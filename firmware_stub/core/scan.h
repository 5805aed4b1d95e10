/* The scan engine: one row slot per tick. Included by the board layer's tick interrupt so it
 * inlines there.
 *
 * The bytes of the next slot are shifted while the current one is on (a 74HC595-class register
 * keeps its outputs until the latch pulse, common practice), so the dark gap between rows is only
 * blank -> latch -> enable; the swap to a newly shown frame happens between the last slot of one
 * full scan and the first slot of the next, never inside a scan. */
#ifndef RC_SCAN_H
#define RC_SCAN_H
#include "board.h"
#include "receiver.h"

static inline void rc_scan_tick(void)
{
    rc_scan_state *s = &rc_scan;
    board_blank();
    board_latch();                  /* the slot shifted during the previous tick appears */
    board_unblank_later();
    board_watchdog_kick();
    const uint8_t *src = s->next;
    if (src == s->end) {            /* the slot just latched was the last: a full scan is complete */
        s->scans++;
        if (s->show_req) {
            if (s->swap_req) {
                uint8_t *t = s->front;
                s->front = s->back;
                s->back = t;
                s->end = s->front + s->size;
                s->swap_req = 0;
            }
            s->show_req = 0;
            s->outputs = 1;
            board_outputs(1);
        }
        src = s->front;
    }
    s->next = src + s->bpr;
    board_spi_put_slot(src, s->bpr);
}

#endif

........

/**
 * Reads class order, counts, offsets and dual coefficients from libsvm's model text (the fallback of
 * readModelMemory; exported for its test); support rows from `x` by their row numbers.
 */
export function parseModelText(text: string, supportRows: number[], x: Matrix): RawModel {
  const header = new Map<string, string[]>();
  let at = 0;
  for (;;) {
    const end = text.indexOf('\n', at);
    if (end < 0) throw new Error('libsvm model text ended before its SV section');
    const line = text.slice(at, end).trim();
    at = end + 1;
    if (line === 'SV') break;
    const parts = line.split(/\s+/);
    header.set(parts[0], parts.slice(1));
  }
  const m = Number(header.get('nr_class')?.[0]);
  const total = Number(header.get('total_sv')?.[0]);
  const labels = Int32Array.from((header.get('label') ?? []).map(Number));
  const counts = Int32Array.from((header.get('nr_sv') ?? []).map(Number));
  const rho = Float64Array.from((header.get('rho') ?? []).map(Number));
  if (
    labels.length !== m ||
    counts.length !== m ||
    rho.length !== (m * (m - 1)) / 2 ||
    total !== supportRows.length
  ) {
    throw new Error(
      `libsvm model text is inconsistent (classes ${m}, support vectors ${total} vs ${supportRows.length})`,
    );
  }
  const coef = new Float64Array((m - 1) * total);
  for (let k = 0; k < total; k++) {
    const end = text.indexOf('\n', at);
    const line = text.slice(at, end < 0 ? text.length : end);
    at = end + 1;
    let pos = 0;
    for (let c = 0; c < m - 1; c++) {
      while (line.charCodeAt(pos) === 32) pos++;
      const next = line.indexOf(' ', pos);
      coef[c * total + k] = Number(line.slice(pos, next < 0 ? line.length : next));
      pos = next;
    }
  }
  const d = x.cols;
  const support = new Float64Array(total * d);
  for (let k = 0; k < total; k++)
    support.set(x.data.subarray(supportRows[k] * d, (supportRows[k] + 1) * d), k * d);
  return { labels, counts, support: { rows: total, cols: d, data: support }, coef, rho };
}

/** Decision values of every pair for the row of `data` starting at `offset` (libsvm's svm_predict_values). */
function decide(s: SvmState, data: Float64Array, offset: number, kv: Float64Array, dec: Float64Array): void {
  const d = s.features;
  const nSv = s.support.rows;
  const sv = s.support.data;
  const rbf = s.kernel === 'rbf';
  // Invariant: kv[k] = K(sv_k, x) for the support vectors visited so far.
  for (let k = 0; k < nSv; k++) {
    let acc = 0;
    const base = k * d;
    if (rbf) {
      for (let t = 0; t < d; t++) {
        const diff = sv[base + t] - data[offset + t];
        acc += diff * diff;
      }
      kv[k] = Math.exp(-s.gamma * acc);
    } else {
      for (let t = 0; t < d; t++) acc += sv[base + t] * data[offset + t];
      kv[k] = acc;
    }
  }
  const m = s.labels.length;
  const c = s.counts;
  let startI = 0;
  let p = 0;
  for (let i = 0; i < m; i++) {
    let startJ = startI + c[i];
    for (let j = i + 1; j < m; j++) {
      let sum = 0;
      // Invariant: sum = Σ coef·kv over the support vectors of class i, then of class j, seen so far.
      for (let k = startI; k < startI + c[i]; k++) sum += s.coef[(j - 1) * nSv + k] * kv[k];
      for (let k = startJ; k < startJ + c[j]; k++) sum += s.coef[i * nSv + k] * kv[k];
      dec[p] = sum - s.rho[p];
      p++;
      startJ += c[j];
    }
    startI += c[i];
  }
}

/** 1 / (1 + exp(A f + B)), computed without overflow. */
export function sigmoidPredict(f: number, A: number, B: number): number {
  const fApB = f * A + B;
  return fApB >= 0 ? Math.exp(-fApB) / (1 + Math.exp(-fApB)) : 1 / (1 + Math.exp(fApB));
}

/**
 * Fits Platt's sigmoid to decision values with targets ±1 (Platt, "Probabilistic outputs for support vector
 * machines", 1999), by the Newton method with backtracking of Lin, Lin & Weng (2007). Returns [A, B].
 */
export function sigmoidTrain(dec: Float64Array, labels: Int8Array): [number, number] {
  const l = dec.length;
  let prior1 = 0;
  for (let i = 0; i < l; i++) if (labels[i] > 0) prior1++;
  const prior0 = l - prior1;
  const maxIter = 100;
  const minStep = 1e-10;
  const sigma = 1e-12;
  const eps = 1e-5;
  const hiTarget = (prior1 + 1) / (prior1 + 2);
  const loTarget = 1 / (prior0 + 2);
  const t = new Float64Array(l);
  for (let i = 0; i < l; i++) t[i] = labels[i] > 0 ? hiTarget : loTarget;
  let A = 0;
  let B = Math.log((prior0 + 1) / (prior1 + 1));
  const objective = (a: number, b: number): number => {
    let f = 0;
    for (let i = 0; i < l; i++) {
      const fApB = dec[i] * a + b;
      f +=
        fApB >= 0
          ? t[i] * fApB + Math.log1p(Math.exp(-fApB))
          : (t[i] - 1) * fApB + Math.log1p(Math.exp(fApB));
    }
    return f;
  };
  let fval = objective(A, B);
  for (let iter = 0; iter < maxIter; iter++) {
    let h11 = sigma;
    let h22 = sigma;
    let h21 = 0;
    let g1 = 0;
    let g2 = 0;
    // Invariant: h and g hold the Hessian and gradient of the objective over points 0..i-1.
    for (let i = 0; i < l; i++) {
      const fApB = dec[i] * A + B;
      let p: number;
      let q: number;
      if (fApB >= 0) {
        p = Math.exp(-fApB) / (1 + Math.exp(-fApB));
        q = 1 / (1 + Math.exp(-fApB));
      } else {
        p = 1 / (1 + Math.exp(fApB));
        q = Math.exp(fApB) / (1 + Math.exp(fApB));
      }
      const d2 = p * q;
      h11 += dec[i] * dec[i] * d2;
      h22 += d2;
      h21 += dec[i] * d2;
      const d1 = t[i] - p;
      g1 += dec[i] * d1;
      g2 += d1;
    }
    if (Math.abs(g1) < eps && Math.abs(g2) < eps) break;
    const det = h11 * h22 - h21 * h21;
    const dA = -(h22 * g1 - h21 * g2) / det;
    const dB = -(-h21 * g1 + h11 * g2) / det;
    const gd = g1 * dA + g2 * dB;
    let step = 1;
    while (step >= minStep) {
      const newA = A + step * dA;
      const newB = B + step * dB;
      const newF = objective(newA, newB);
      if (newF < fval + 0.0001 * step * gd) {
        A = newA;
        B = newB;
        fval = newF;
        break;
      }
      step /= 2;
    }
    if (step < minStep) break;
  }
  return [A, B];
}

........

## Required action
Only lines containing the string "while" belong in the answer; find them in the data above and copy them.

## Output for this exercise
 * The bytes of the next slot are shifted while the current one is on (a 74HC595-class register
      while (line.charCodeAt(pos) === 32) pos++;
    while (step >= minStep) {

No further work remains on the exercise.